Monitoring platforms need input from development in terms of relevant code changes, their user impact, and also their importance to the business. Whenever new capabilities are introduced by development, operators need to clearly understand the operational importance in terms of performance, availability, scalability. In 2018, we will start seeing unified DevOps management and monitoring solutions that enable operators to derive tech requirements directly from the relative business importance of applications and microservices.

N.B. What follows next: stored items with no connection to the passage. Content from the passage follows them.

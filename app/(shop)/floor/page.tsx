import type { Metadata } from "next";
import { FloorBoard } from "@/components/floor/floor-board";
import { PageHeader } from "@/components/ui/page-header";
import { listOpenWorkOrders } from "@/db/queries/work-order-list";
import { requirePageRole } from "@/lib/auth/page-access";
import { CAN } from "@/lib/auth/policy";

export const metadata: Metadata = { title: "Floor" };

export default async function FloorPage() {
  const user = await requirePageRole(CAN.shopStaff);
  const initial = await listOpenWorkOrders(user, { limit: 200 });
  return (
    <>
      <PageHeader title="Floor" kicker={`${initial.workOrders.length} units in the shop`} />
      <FloorBoard initial={initial} userId={user.id} isTech={user.role === "tech"} />
    </>
  );
}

Vice versa, in 2018 developers will receive feedback on the operations and end user impact of their code. When a new version is pushed, they receive a scorecard for their new code in terms of operational impact regarding cost, speed, scalability, user experience, and so on. This means that in 2018 developers will be rewarded for releasing code that’s simple to operate and operators will be judged by their ability to not slow down developers while still enforcing compliance and security.

 

Prediction 8 – Finally We Will See Real Private Clouds

In 2018, private cloud is coming back with a vengeance. Virtualization vendors and hyperconverged vendors will lead the charge, offering more and more turn-key EC2 type clouds with SaaS, PaaS, serverless, containers, VMs and bare metal capabilities. This is needed as over 50% of apps currently are not suitable for the public cloud, but enterprises are pushing to still transform them into native cloud applications. This also means that successful vendors will provide a ‘public cloud compliant’ private cloud environment that enables shifting applications between data centers and clouds.

 

Prediction 9 – Service Meshing Will Take Off

The race up the stack will continue so that vendors that make it simpler to mesh up microservices will own critical differentiation potential. Microservice to microservice networking will become critical to enable intelligent microservice to obtain information and capabilities from wherever they are available in a secure and compliant manner.

 

Prediction 10 – The Role of Configuration Management and IT Automation Will Change

In 2017 traditional configuration management has come under pressure through immutable container infrastructure, where containers are replaced instead of reconfigured. What is needed in this world of immutable microservices is a centralized guardian of compliance, security, performance and availability that is independent of whether an app is containerized or still hosted on bare metal. Someone needs to track what can be part of container images, which location they can be downloaded from and what is the impact of deploying a new image or pulling images due to security impact. This means that in 2018 we will finally see a declarative approach to enterprise IT, where requirements are managed separately from scripts, recipes and deployment instructions in general.